» Data for review:
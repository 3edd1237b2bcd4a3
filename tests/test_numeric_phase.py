"""Morlet transform, ITPC, evoked/induced power, PPC and Rayleigh statistics.

External facts are named beside each assertion with their REFERENCES.md entry
(docs/REFERENCES.md, "F<n>").
"""
import warnings

import numpy as np
import pytest
import scipy.special
import scipy.stats
from _helpers import AWKWARD_SFREQ, mne_notices_ignored
from mne import time_frequency as mne_tf

from heschl.errors import DefinitionError, InputDataError
from heschl.numeric import (
    band_power,
    evoked_power,
    induced_power,
    itpc,
    itpc_critical,
    morlet_transform,
    morlet_wavelet,
    pairwise_phase_consistency,
    rayleigh,
    total_power,
    welch_psd,
)

WORKED_ANGLES = np.array([0.785, 1.570, 3.141, 0.839, 5.934])  # rad, docs/REFERENCES.md F4


def _phase_locked_trials(rng, n_trials=60, sfreq=500.0, duration=1.5, freq=40.0):
    t = np.arange(int(round(duration * sfreq))) / sfreq
    clean = np.sin(2 * np.pi * freq * t)
    return t, clean + 0.01 * rng.standard_normal((n_trials, t.size))


# -- the transform ---------------------------------------------------------------------


def test_sinusoid_gives_rms_amplitude_and_cosine_phase():
    # Documented normalisation: |coef| = A / sqrt(2) and angle = cosine phase.
    amplitude, freq, phi = 20e-6, 13.0, 0.7  # V, Hz, rad
    t = np.arange(int(6 * AWKWARD_SFREQ)) / AWKWARD_SFREQ
    x = amplitude * np.cos(2 * np.pi * freq * t + phi)
    coefs = morlet_transform(x, AWKWARD_SFREQ, [freq])[0]
    inner = slice(t.size // 3, 2 * t.size // 3)  # > 5 envelope sd (0.43 s) from both ends
    # rtol 1e-6: cutting the Gaussian at +/- 5 sd leaves a tail mass of
    # erfc(5 / sqrt(2)) = 6e-7, which leaks the sinusoid's negative-frequency image.
    np.testing.assert_allclose(np.abs(coefs[inner]), amplitude / np.sqrt(2), rtol=1e-6)
    phase_error = np.angle(coefs[inner] * np.exp(-1j * (2 * np.pi * freq * t[inner] + phi)))
    assert np.max(np.abs(phase_error)) < 1e-5  # rad; same leakage, as an angle


def test_morlet_power_equals_welch_band_power_of_a_sinusoid():
    # Both give the mean power A^2 / 2 of a sinusoid (docs/REFERENCES.md F10: A = 5 -> 12.5 V^2).
    sfreq, amplitude = 500.0, 5.0
    t = np.arange(5000) / sfreq
    x = amplitude * np.sin(2 * np.pi * 40.0 * t)
    power = np.abs(morlet_transform(x, sfreq, [40.0])[0, 2500]) ** 2
    freqs, psd = welch_psd(x, sfreq, segment=1.0)
    assert band_power(freqs, psd, (38.0, 42.0)) == pytest.approx(12.5, rel=1e-9)
    assert power == pytest.approx(12.5, rel=2e-6)  # rel 2e-6: twice the 1e-6 amplitude leak


def test_transform_equals_direct_same_convolution_on_every_leading_axis(rng):
    x = rng.standard_normal((2, 3, 300))
    freqs = np.array([8.0, 21.5, 40.0])
    coefs = morlet_transform(x, AWKWARD_SFREQ, freqs, n_cycles=[3.0, 5.0, 7.0])
    assert coefs.shape == (2, 3, 3, 300)
    for j, (f, c) in enumerate(zip(freqs, [3.0, 5.0, 7.0])):
        w = morlet_wavelet(AWKWARD_SFREQ, f, c)
        direct = np.convolve(x[1, 2], w, mode="same")
        # atol 1e-12 on unit-variance data: FFT rounding only
        np.testing.assert_allclose(coefs[1, 2, j], direct, rtol=0, atol=1e-12)


def test_wavelet_shape_and_normalisation():
    w = morlet_wavelet(AWKWARD_SFREQ, 10.0, n_cycles=7.0)
    sd = 7.0 / (2 * np.pi * 10.0)
    assert w.size == 2 * int(np.floor(5 * sd * AWKWARD_SFREQ)) + 1
    assert np.abs(w).sum() == pytest.approx(np.sqrt(2), rel=1e-12)
    assert np.argmax(np.abs(w)) == w.size // 2  # centre sample is t = 0


def test_wavelet_longer_than_signal_is_refused():
    with pytest.raises(InputDataError, match=r"4 Hz wavelet spans \d+ samples but the signal"):
        morlet_transform(np.zeros(200), 250.0, [4.0, 40.0])


@pytest.mark.parametrize("freqs", [[0.0], [-5.0], [125.0], [300.0]])
def test_frequencies_outside_nyquist_range_are_refused(freqs):
    with pytest.raises(DefinitionError, match=r"outside \(0, 125\) Hz"):
        morlet_transform(np.zeros(1000), 250.0, freqs)


@pytest.mark.parametrize(("call", "error", "pattern"), [
    (lambda: morlet_transform(np.zeros(1000), -250.0, [10.0]), DefinitionError,
     r"sfreq: sfreq = -250.0 Hz is not a positive number"),
    (lambda: morlet_transform(np.zeros(1000), 250.0, [10.0], n_cycles=0), DefinitionError,
     r"n_cycles = 0 must be positive"),
    (lambda: morlet_transform(np.zeros(1000), 250.0, [10.0, 20.0], n_cycles=[3, 4, 5]),
     DefinitionError, r"one per frequency \(2\)"),
    (lambda: morlet_transform(np.zeros(1000), 250.0, []), DefinitionError,
     r"freqs has shape \(0,\)"),
    (lambda: morlet_transform(np.float64(1.0), 250.0, [10.0]), InputDataError,
     r"x has shape \(\); pass signals with time on the last axis"),
    (lambda: morlet_wavelet(250.0, [10.0, 20.0]), DefinitionError, r"freq has 2 values"),
])
def test_bad_transform_arguments_are_refused(call, error, pattern):
    with pytest.raises(error, match=pattern):
        call()


# -- ITPC ------------------------------------------------------------------------------


def test_itpc_of_phase_locked_trials_is_one(rng):
    # docs/REFERENCES.md F1: Tallon-Baudry et al. 1996 -- ITPC = 1 for identical phases;
    # 60 trials, 40 Hz, 1 % noise, fs 500 Hz, 1.5 s: >= 0.999 in the steady part.
    t, trials = _phase_locked_trials(rng)
    coefs = morlet_transform(trials, 500.0, [40.0])[:, 0]
    steady = (t >= 0.2) & (t <= 1.3)  # 7-cycle wavelet: 5 sd = 0.14 s from the ends
    assert itpc(coefs)[steady].min() >= 0.999


def test_itpc_equals_one_minus_circular_variance(rng):
    # docs/REFERENCES.md F1: Fisher 1993 mean resultant length; scipy.stats.circvar and
    # scipy.stats.directional_stats as references.
    angles = rng.uniform(-np.pi, np.pi, size=(37, 4)) * rng.uniform(0, 1, size=4)
    r = itpc(np.exp(1j * angles))
    np.testing.assert_allclose(r, 1 - scipy.stats.circvar(angles, axis=0), rtol=0, atol=1e-12)
    vectors = np.stack([np.cos(angles[:, 0]), np.sin(angles[:, 0])], axis=1)
    reference = scipy.stats.directional_stats(vectors).mean_resultant_length
    assert r[0] == pytest.approx(reference, abs=1e-12)
    # docs/REFERENCES.md F1/F4 worked angles: R = 0.497230 (recomputed there)
    assert itpc(np.exp(1j * WORKED_ANGLES)) == pytest.approx(0.497230, abs=1e-6)


def test_itpc_matches_mne_tfr_array_morlet(rng):
    # docs/REFERENCES.md F1: mne.time_frequency.tfr_array_morlet(output='itc') as reference.
    sfreq, n_times = 250.0, 500
    t = np.arange(n_times) / sfreq
    phases = rng.vonmises(0.0, 1.5, size=(30, 2, 1))
    data = np.cos(2 * np.pi * 10.0 * t + phases) + 0.8 * rng.standard_normal((30, 2, n_times))
    freqs = np.array([10.0, 40.0])
    own = itpc(morlet_transform(data, sfreq, freqs), axis=0)
    with mne_notices_ignored():
        ref = mne_tf.tfr_array_morlet(data, sfreq, freqs, n_cycles=7.0, zero_mean=False,
                                      output="itc", verbose=False)
    # atol 1e-6 (dimensionless ITPC): both use a Gaussian of sd n_cycles / (2 pi f) cut
    # near +/- 5 sd; ITPC ignores the overall scale, and the support may differ by one
    # sample at the cut, where the envelope is exp(-12.5) = 4e-6 of its peak.
    np.testing.assert_allclose(own, ref, rtol=0, atol=1e-6)


def test_itpc_of_zero_coefficients_is_zero_not_nan():
    with warnings.catch_warnings():
        warnings.simplefilter("error")
        assert itpc(np.zeros((10, 3), dtype=complex)).tolist() == [0.0, 0.0, 0.0]


def test_missing_trial_axis_is_refused():
    with pytest.raises(DefinitionError, match="axis 3 does not exist"):
        itpc(np.ones((4, 5), dtype=complex), axis=3)


# -- null distribution (docs/REFERENCES.md F2) --------------------------------------------------


@pytest.mark.parametrize("n", [5, 20, 60])
def test_mean_squared_itpc_is_one_over_n_under_uniform_phases(rng, n):
    # docs/REFERENCES.md F2: Fisher 1993 ch. 4 -- E[R^2] = 1/N exactly for uniform phases
    # (formula from memory there; checked here by Monte-Carlo within 3 standard errors).
    r2 = itpc(np.exp(1j * rng.uniform(0, 2 * np.pi, size=(n, 20000))), axis=0) ** 2
    se = r2.std(ddof=1) / np.sqrt(r2.size)
    assert abs(r2.mean() - 1 / n) < 3 * se


def test_itpc_null_follows_rayleigh_distribution(rng):
    # docs/REFERENCES.md F2: R ~ Rayleigh(scale 1/sqrt(2N)) for N >= 20; scipy.stats.rayleigh
    # as reference; E[R] = sqrt(pi / (4N)) within 1 % (approximation error < 0.5 % there).
    n = 20
    r = itpc(np.exp(1j * rng.uniform(0, 2 * np.pi, size=(n, 20000))), axis=0)
    assert scipy.stats.kstest(r, scipy.stats.rayleigh(scale=1 / np.sqrt(2 * n)).cdf).pvalue > 0.01
    assert abs(r.mean() / np.sqrt(np.pi / (4 * n)) - 1) < 0.01


def test_itpc_of_random_phase_sinusoids_through_the_transform(rng):
    # docs/REFERENCES.md F2: E[ITPC^2] = 1/N, averaged over many simulated experiments (a single
    # draw is not enough); here 2000 experiments of N = 20 trials of a 40 Hz sinusoid.
    n, sfreq = 20, 500.0
    t = np.arange(150) / sfreq  # just longer than the 139-sample wavelet
    phases = rng.uniform(0, 2 * np.pi, size=(n, 2000, 1))
    coefs = morlet_transform(np.cos(2 * np.pi * 40.0 * t + phases), sfreq, [40.0])
    r2 = itpc(coefs[..., 0, 75], axis=0) ** 2
    assert abs(r2.mean() - 1 / n) < 3 * r2.std(ddof=1) / np.sqrt(r2.size)


# -- evoked, total, induced (docs/REFERENCES.md F3) --------------------------------------------


def test_evoked_over_total_equals_itpc_squared_for_equal_amplitudes(rng):
    # docs/REFERENCES.md F3: Tallon-Baudry & Bertrand 1999 (definitions from memory; identity
    # recomputed there): evoked/total = ITPC^2 when all trials have equal amplitude.
    amplitude = 3e-6  # V
    coefs = amplitude * np.exp(1j * rng.vonmises(0.0, 2.0, size=(40, 5)))
    ratio = evoked_power(coefs) / total_power(coefs)
    np.testing.assert_allclose(ratio, itpc(coefs) ** 2, rtol=0, atol=1e-10)
    np.testing.assert_allclose(total_power(coefs), amplitude**2, rtol=1e-12)
    np.testing.assert_allclose(induced_power(coefs), total_power(coefs) - evoked_power(coefs),
                               rtol=0, atol=1e-10 * amplitude**2)


def test_identical_trials_have_no_induced_power(rng):
    # docs/REFERENCES.md F3: perfect phase locking -> induced = 0, evoked = total.
    t, trials = _phase_locked_trials(rng)
    coefs = morlet_transform(np.repeat(trials[:1], 25, axis=0), 500.0, [40.0])
    total = total_power(coefs)
    assert np.max(induced_power(coefs) / total) < 1e-10
    assert np.all(induced_power(coefs) >= 0)


def test_induced_power_is_power_of_trials_minus_their_average(rng):
    # Linearity of the transform (documented in induced_power).
    coefs = rng.standard_normal((12, 7)) + 1j * rng.standard_normal((12, 7))
    residual = total_power(coefs - coefs.mean(axis=0))
    np.testing.assert_allclose(induced_power(coefs), residual, rtol=1e-12)


def test_evoked_share_is_one_over_n_under_uniform_phases(rng):
    # docs/REFERENCES.md F3: uniform random phases -> E[evoked] = total / N; mean over 2000
    # simulated experiments within 5 % of 1/N.
    n = 30
    coefs = np.exp(1j * rng.uniform(0, 2 * np.pi, size=(n, 2000)))
    ratio = evoked_power(coefs) / total_power(coefs)
    assert ratio.mean() == pytest.approx(1 / n, rel=0.05)


# -- pairwise phase consistency (docs/REFERENCES.md F40) ----------------------------------------


def test_ppc_closed_form_equals_pairwise_sum(rng):
    # docs/REFERENCES.md F40: Vinck et al. 2010 -- PPC = mean over pairs of cos(theta_j - theta_k).
    angles = rng.uniform(-np.pi, np.pi, size=(23, 6))
    j, k = np.triu_indices(23, k=1)
    pairwise = np.cos(angles[j] - angles[k]).mean(axis=0)
    np.testing.assert_allclose(pairwise_phase_consistency(angles), pairwise, rtol=0, atol=1e-12)
    coefs = rng.uniform(0.5, 2.0, size=angles.shape) * np.exp(1j * angles)
    np.testing.assert_allclose(pairwise_phase_consistency(coefs), pairwise, rtol=0, atol=1e-12)


@pytest.mark.parametrize("n", [5, 20, 100])
def test_ppc_is_unbiased_under_uniform_phases(rng, n):
    # docs/REFERENCES.md F40: E[PPC] = 0 for every N under uniform phases, within 3 SE.
    ppc = pairwise_phase_consistency(rng.uniform(0, 2 * np.pi, size=(n, 20000)))
    assert abs(ppc.mean()) < 3 * ppc.std(ddof=1) / np.sqrt(ppc.size)


def test_ppc_estimates_squared_population_resultant_length(rng):
    # docs/REFERENCES.md F40: von Mises kappa = 2 -> rho = I1(2)/I0(2) = 0.6978, E[PPC] = rho^2.
    rho = scipy.special.i1(2.0) / scipy.special.i0(2.0)
    assert rho == pytest.approx(0.6978, abs=1e-4)
    ppc = pairwise_phase_consistency(rng.vonmises(0.0, 2.0, size=(15, 20000)))
    assert abs(ppc.mean() - rho**2) < 3 * ppc.std(ddof=1) / np.sqrt(ppc.size)


def test_ppc_needs_two_trials():
    with pytest.raises(InputDataError, match="1 trials along axis 0, at least 2 needed"):
        pairwise_phase_consistency(np.zeros((1, 4)))


# -- Rayleigh test and critical ITPC (docs/REFERENCES.md F4, F8) --------------------------------


def test_rayleigh_worked_example():
    # docs/REFERENCES.md F4: Zar, Biostatistical Analysis (eqs. 27.1-27.2 and p-value
    # approximation); pingouin circ_rayleigh docs example: Z = 1.236, p = 0.304844.
    z, p = rayleigh(WORKED_ANGLES)
    assert z == pytest.approx(1.236, abs=5e-4)  # printed to 3 decimals
    assert z == pytest.approx(1.23619, abs=1e-5)  # recomputed value in docs/REFERENCES.md F4
    assert p == pytest.approx(0.304844, abs=1e-6)
    assert np.exp(-z) == pytest.approx(0.2905, abs=1e-4)  # large-N form, not implemented


def test_rayleigh_from_itpc_and_n_matches_angles(rng):
    angles = rng.uniform(0, 2 * np.pi, size=(50, 8)) * rng.uniform(0.1, 1, size=8)
    z_angles, p_angles = rayleigh(angles)
    z_r, p_r = rayleigh(itpc(np.exp(1j * angles)), n=50)
    np.testing.assert_allclose(z_r, z_angles, rtol=1e-12)
    np.testing.assert_allclose(p_r, p_angles, rtol=1e-12)
    assert rayleigh(0.0, n=10)[1] == 1.0  # no resultant: p = 1 exactly


def test_rayleigh_refuses_bad_r_and_n():
    with pytest.raises(DefinitionError, match=r"R values outside \[0, 1\]"):
        rayleigh(1.5, n=10)
    with pytest.raises(DefinitionError, match="n = \\[2.5\\] is not a whole number"):
        rayleigh(0.3, n=[2.5])


@pytest.mark.parametrize(("n", "alpha", "expected"),
                         [(20, 0.05, 0.387), (50, 0.05, 0.245), (100, 0.05, 0.173),
                          (100, 0.01, 0.215)])
def test_itpc_critical_values(n, alpha, expected):
    # docs/REFERENCES.md F8: Cohen 2014 (book values from memory; recomputed there).
    assert itpc_critical(n, alpha) == pytest.approx(expected, abs=1e-3)


@pytest.mark.parametrize("n", [50, 100])
def test_itpc_critical_false_positive_rate(rng, n):
    # docs/REFERENCES.md F8: false-positive rate of ITPC > R_crit under uniform phases is
    # alpha within +/- 20 % relative for N >= 50 (recomputed there: 0.0489, 0.0493).
    r = itpc(np.exp(1j * rng.uniform(0, 2 * np.pi, size=(n, 20000))), axis=0)
    assert np.mean(r > itpc_critical(n, 0.05)) == pytest.approx(0.05, rel=0.2)


def test_itpc_critical_refuses_bad_alpha_and_n():
    with pytest.raises(DefinitionError, match=r"alpha = 1.5 is outside \(0, 1\)"):
        itpc_critical(20, alpha=1.5)
    with pytest.raises(DefinitionError, match=r"n = 0.0 is below 1"):
        itpc_critical(0)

» What you are asked to do: The lines to report are those in the material above that contain the word "Baudry"; copy every one of them.

» Expected answer:
    # docs/REFERENCES.md F1: Tallon-Baudry et al. 1996 -- ITPC = 1 for identical phases;
    # docs/REFERENCES.md F3: Tallon-Baudry & Bertrand 1999 (definitions from memory; identity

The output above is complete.